Rahma, nama nenek tersebut. Mengucurkan air mata, dan menghadiahi kecupan-kecupan sayang di atas kepala Abi. Nelangsa ditinggal puteri semata wayangnya menghadap Illahi sudah membuatnya mati rasa. Dan kini, ia harus dihadapkan oleh kenyataan pada kesakitan yang membelenggunya cucunya, membuat sesak bertubi-tubi itu datang.

"Oma nggak akan ninggalin, Abi."

"Bohong!" Abi meraung. Ditatapnya sang nenek yang berada di atas kursi roda. Matanya sudah penuh dengan air mata, tapi Abi masih bisa melihat bahwa neneknya semakin tua. Dan kapan saja, Tuhan bisa mengambilnya. "Semuanya ninggalin Abi, Oma. Semuanya." Tercekat oleh air mata, Abi merintih memukul dadanya. "Kenapa mereka nggak mau bawa Abi sekalian? Mereka nggak pernah sayang, Abi. Bahkan mati pun, mereka nggak mau ngajak Abi."

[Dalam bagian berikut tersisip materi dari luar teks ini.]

@pytest.mark.slow
def test_curve_reporter_subscriber_and_control_with_allowed_keys(
        ctx: zmq.Context, topo: topology.Topology, curve_svc: CurveService) -> None:
    ep = curve_svc.ep
    hops = _floor_hops(topo, "w1", 40)
    acks: list[client.Ack] = []
    # columnar: the node list comes over control, itself CURVE with the reporter's key
    with client.Reporter(ep["ingest"], "probe-w1", control=ep["control"], batch_rows=20,
                         timeout_s=2.0, curve=curve_svc.client_keys("probe-w1"), context=ctx,
                         on_ack=acks.append) as rep:
        assert rep.topology_id == topo.digest
        for h in hops:
            rep.add_hop(*h)
        rep.add_hop("w2", "w1", "e1", 0.05)              # not w1's hop: refused by the key's rights
        rep.flush()
        assert rep.accepted == 40 and rep.rejected == {"not_authorised": 1}, rep.rejected
        assert [a.accepted for a in acks] == [20, 20, 0] and not rep.refused
    with client.TableSubscriber(ep["publish"], context=ctx,
                                curve=curve_svc.client_keys("watcher")) as sub:
        assert sub.wait_for(lambda s: set(s.tables) == set(topo.nodes), 10), sub.tables.keys()
    snap = client.control(ep["control"], {"op": "snapshot"}, 5.0, context=ctx,
                          curve=curve_svc.client_keys("ops"))
    assert snap["snapshot"]["record"] >= 1, snap
    no = client.control(ep["control"], {"op": "snapshot"}, 5.0, context=ctx,
                        curve=curve_svc.client_keys("watcher"))
    assert no["error"].startswith("not_authorised")          # allowed, but not for control


@pytest.mark.slow
def test_curve_without_an_allowed_key_nothing_gets_through(
        ctx: zmq.Context, topo: topology.Topology, curve_svc: CurveService) -> None:
    ep = curve_svc.ep
    before = _health(curve_svc, ctx)["counts"]["batches"].get("accepted", 0)
    for curve in (None, curve_svc.client_keys("stranger")):
        rep = client.Reporter(ep["ingest"], "probe-w1", topology_nodes=topo, timeout_s=0.2,
                              retries=1, curve=curve, context=ctx)
        rep.add_hop(*_floor_hops(topo, "w1", 1)[0])
        t0 = time.monotonic()
        with pytest.raises(client.DeliveryError) as ei:
            rep.flush()
        assert time.monotonic() - t0 < 5 and rep.pending == 1
        assert ("CURVE on" in str(ei.value)) == (curve is not None)
        rep.close(flush=False)
        with pytest.raises(TimeoutError, match="no reply"):
            client.control(ep["control"], {"op": "health"}, 0.3, context=ctx, curve=curve)
        with client.TableSubscriber(ep["publish"], context=ctx, curve=curve) as sub:
            assert sub.poll(1.0) == 0 and not sub.tables     # tables go out every 0.3 s
    assert _health(curve_svc, ctx)["counts"]["batches"].get("accepted", 0) == before


@pytest.mark.slow
def test_closed_loop_runs_against_a_curve_service(curve_svc: CurveService) -> None:
    from routerd.core.errors import InputError
    from routerd.sim.run import run

    ep = curve_svc.ep
    eps = f"ingest={ep['ingest']},publish={ep['publish']},control={ep['control']}"
    keys = (f"sim.service.server_key={curve_svc.server_pub}", "sim.service.speed=4",
            "sim.service.timeout_s=1")
    spec = {"policy": "service:" + eps, "rate_pps": 40, "duration_s": 2, "seed": 1,
            "series": False}
    out = run({**spec, "overrides": keys + (f"sim.service.client_key={curve_svc.secret('sim-curve')}",
                                            "sim.service.reporter=sim-curve")})
    s = out["summary"]
    assert s["policy_service_rows_accepted"] > 0 and s["policy_service_batches"] > 0
    assert "policy_service_rows_rejected_not_authorised" not in s
    with pytest.raises(InputError, match="CURVE on"):
        run({**spec, "overrides": keys + (f"sim.service.client_key={curve_svc.secret('stranger')}",)})
    with pytest.raises(InputError, match="without sim.service.server_key"):
        run({**spec, "overrides": (f"sim.service.client_key={curve_svc.secret('sim-curve')}",)})
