@dataclass(frozen=True, slots=True)
class ObserveResult:
    """What happened to a batch: how many rows were applied and why the others were not."""

    accepted: int
    rejected: tuple[tuple[int, str], ...]
    td_errors: np.ndarray = field(repr=False)  # signed TD error of each accepted row, in order

    @property
    def rejected_by_reason(self) -> dict[str, int]:
        out: dict[str, int] = {}
        for _, r in self.rejected:
            out[r] = out.get(r, 0) + 1
        return out


@dataclass(frozen=True, slots=True)
class Decision:
    """What :meth:`Engine.decide` changed."""

    changed_nodes: frozenset[int]   # nodes whose published table (next hops or weights) changed
    route_changes: int              # (node, destination) pairs whose greedy hop changed
    loops_prevented: int            # keys (node, destination) newly held off a looping choice


@dataclass(frozen=True, slots=True)
class EngineStats:
    """Immutable snapshot for the shells to export (metrics, logs, summaries)."""

    updates: int
    rejected: Mapping[str, int]
    td_error_mean_s: float      # moving mean of |TD error| over rows (weight 1/1000)
    td_error_max_s: float       # largest |TD error| in the most recent batch
    exploration_share: float    # mean off-greedy weight over routed (node, destination) pairs
    route_changes: int
    loops_prevented: int
    decisions: int
    links_down: int
    pending_destinations: int
    # split mode (routerd.core.splitting); zero in greedy mode
    split_publications: int = 0       # (node, destination) keys whose published shares changed
    split_share_moves: int = 0        # keys whose internal shares moved
    split_whole_publications: int = 0  # destinations published whole to stay loop-free
    split_fallbacks: int = 0          # keys put on the live shortest-path tree
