def routing_delay(n: int, src: np.ndarray, dst: np.ndarray, capacity_pps: np.ndarray,
                  prop_s: np.ndarray, frac: np.ndarray, demand: np.ndarray
                  ) -> tuple[float, np.ndarray]:
    """(T, link flows) of a given split routing ``frac`` carrying ``demand``: the same
    model the optimiser minimises (Kleinrock's M/M/1 links plus propagation, T = D/γ by
    Little's law).  T is inf when a link is at or over capacity, NaN with no demand.
    Raises ValueError when the splits trap traffic in a loop or leave offered traffic
    without a route."""
    r = np.array(demand, dtype=float)
    np.fill_diagonal(r, 0.0)
    gamma = float(r.sum())
    frac = np.asarray(frac, dtype=float)
    out = sum_by_source(frac, n, src)                    # (d, x) share total at x for d
    dd, ss = np.nonzero((r.T > 0) & ~(out > 0))
    for d_, s_ in zip(dd.tolist(), ss.tolist()):
        if s_ != d_:
            raise ValueError(f"traffic from node {s_} to node {d_} has no route in the splits")
    dest_flows, _ = flows_from_fractions(n, src, dst, frac, r)
    flows = dest_flows.sum(axis=0)
    if gamma <= 0:
        return math.nan, flows
    return mm1_delay(flows, np.asarray(capacity_pps, dtype=float),
                     np.asarray(prop_s, dtype=float), gamma), flows
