# ---- segments ----------------------------------------------------------------------------------
def test_rollover_and_retirement(tmp_path: pytest.TempPathFactory) -> None:
    d = str(tmp_path)
    j = _fill(d, 100, segment_bytes=1024)
    segs = J._segments(d)
    assert len(segs) > 3
    # each file is named by its first record, and each starts where the previous ended
    firsts = [f for f, _ in segs]
    assert firsts[0] == 1
    counts = [sum(1 for _ in J._Walk(_read(p), f)) for f, p in segs]
    assert [firsts[0] + sum(counts[:i]) for i in range(len(firsts))] == firsts
    assert j.bytes_total == sum(os.path.getsize(p) for _, p in segs)
    cut = firsts[2] + 1          # inside the third segment
    assert j.retire_before(cut) == 2
    assert [f for f, _ in J._segments(d)] == firsts[2:]
    assert next(r.no for r in j.records(after=cut)) == cut + 1
    assert j.bytes_total == sum(os.path.getsize(p) for _, p in J._segments(d))
    # the segment being written is never retired
    j.retire_before(10**9)
    assert J._segments(d)[-1][1] == j._seg_path and len(J._segments(d)) == 1
    assert j.append("tick", {"t": 0.0}) == 101
    j.close()
    # reopening continues the numbering after retirement
    j = J.Journal(d, segment_bytes=1024)
    assert j.last_record == 101
    j.close()


def test_start_after_skips_numbers_a_snapshot_covers(tmp_path: pytest.TempPathFactory) -> None:
    d = str(tmp_path)
    j = J.Journal(d, start_after=41)
    assert j.append("tick", {"t": 0.0}) == 42
    j.close()
    j = J.Journal(d, start_after=50)      # the journal lost records a snapshot holds
    assert j.append("tick", {"t": 1.0}) == 51
    j.close()
    # covered by a snapshot at record 50: reported, read past
    rep = J.recover(d, base=50, apply=False)
    assert rep.gaps == [(43, 51)] and [f.action for f in rep.findings] == ["skip"]
    assert rep.next_record == 52 and [r.no for r in J.iter_records(d, 50)] == [51]
    # no snapshot covers it: the gap stops the journal, loudly, and what follows is kept aside
    rr = J.ReadReport()
    assert [r.no for r in J.iter_records(d, 0, rr)] == [42]
    assert rr.stopped is not None and "expected record 43" in rr.stopped.detail
    rep = J.recover(d)
    (f,) = rep.findings
    assert (f.kind, f.where, f.action, f.lost) == ("gap", "after", "stop", (43, 50))
    assert rep.quarantined == ["from-000000000051.rdj.bad"] and rep.next_record == 43
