1. drain up to ``service.max_drain`` frames from the ingest sockets (with the journal
   writer thread, for at most :data:`INGEST_SLICE_S` per turn); hand each to the
   ingest pipeline (:mod:`routerd.service.pipeline`: decode, CURVE binding, storage
   state, duplicates, rate limits, rights, guards, engine — a pure object whose
   docstring is the theory of operation) with the clock's time, append the journal
   records it returns and take its counts;
2. group commit (policy ``batch``): one fsync covers everything appended so far, and an
   acknowledgement goes out only once the fsync covering its batch has returned — an ack
   always means "durably journaled".  The fsync goes to the journal writer thread
   (:class:`journal.Syncer`): the turn's answers wait in ``_pending`` tagged with the
   last record appended, the loop goes on (the next slice, decisions, tables: no fsync
   sits in front of them), and the thread's pipe wakes the poll when the fsync is done
   (``_synced`` → ``_release``, in arrival order).  Without the thread
   (``service.journal.sync_thread: false``), and for a turn whose control request
   wrote a record, the loop syncs itself.  Every answer waits, duplicates and errors
   included, so none can overtake the batch it answers for.  A failed fsync in the thread is a storage failure
   like any other: every waiting answer becomes ``unavailable``;
3. answer at most one control request (REP) — one that appended a record only after an
   fsync in the loop;
4. when tables are pending, ``service.debounce_s`` has passed since the last decision and
   the decision token bucket (``service.max_decisions_per_s``, a burst of 0.1 s worth) has
   a token, call :meth:`Engine.decide` (journaled as a ``tick`` so replay makes the same
   calls in the same places) and queue the nodes whose table changed; a batch (or a
   control ``link``) that changed a link's state is decided at once, past the debounce and
   the cap (its token is still taken, down to a debt of one burst, so the next ordinary
   decisions wait instead), and its links' source nodes lead the change queue: their
   tables are encoded on their own and sent before any other.  Every ``service.publish_interval_s``
   queue every node.  Changed tables go out first, then the interval round oldest first,
   for at most ``service.publish_budget_s`` per turn (a node queued twice goes out once,
   with its latest table), so a round of changes on a large network never holds ingest
   up for long.  A node's routes are encoded once per change from the engine's arrays
   (:meth:`Engine.table_arrays`, :class:`wire.TableCodec`) and the bytes reused for every
   send until its table changes again;
5. every ``service.snapshot_interval_s`` take a snapshot and, once it is durable, retire
   the journal segments it covers.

"Abi! Semua sayang Abi, nak."

"Enggak! Mereka semua ninggalin Abi. Oma juga bakal ninggalin Abi. Lalu buat apa Abi ada di sini?!" Tak peduli pada pelayat yang masih berada di pemakaman, Abi meraung mengeluarkan semua yang mengganjal di hatinya.

Ia pernah ditinggalkan ayahnya, lalu dibuang, hingga kini, Abi kembali merasakan bagaimana kematian melenggang di depannya. Dan kali ini, ibunya yang direnggut darinya. Satu-satunya harapan Abi yang tersisa. Dulu ia selalu berharap bahwa suatu saat nanti ibunya akan sembuh. Akan kembali memeluknya. Memasakan sop jamur kesukaannya. Lalu menyelimutinya kala malam. Dan mendekapnya saat petir bergemuruh di langit.

Tetapi sekarang?

Tanah telah menelan satu-satunya asa yang ia punya. Taburan di atas tanah tersebut merupakan pertanda, bahwa ibunya tak akan pernah ia jumpai lagi. Tak akan ada pelukan diam-diam yang Abi lancarkan saat ibunya tertidur dibangsal pesakitan. Tak ada pundak yang pelan-pelan akan ia sandari saat ibuny sibuk berceloteh mengenai dunia yang tak dimengerti Abi.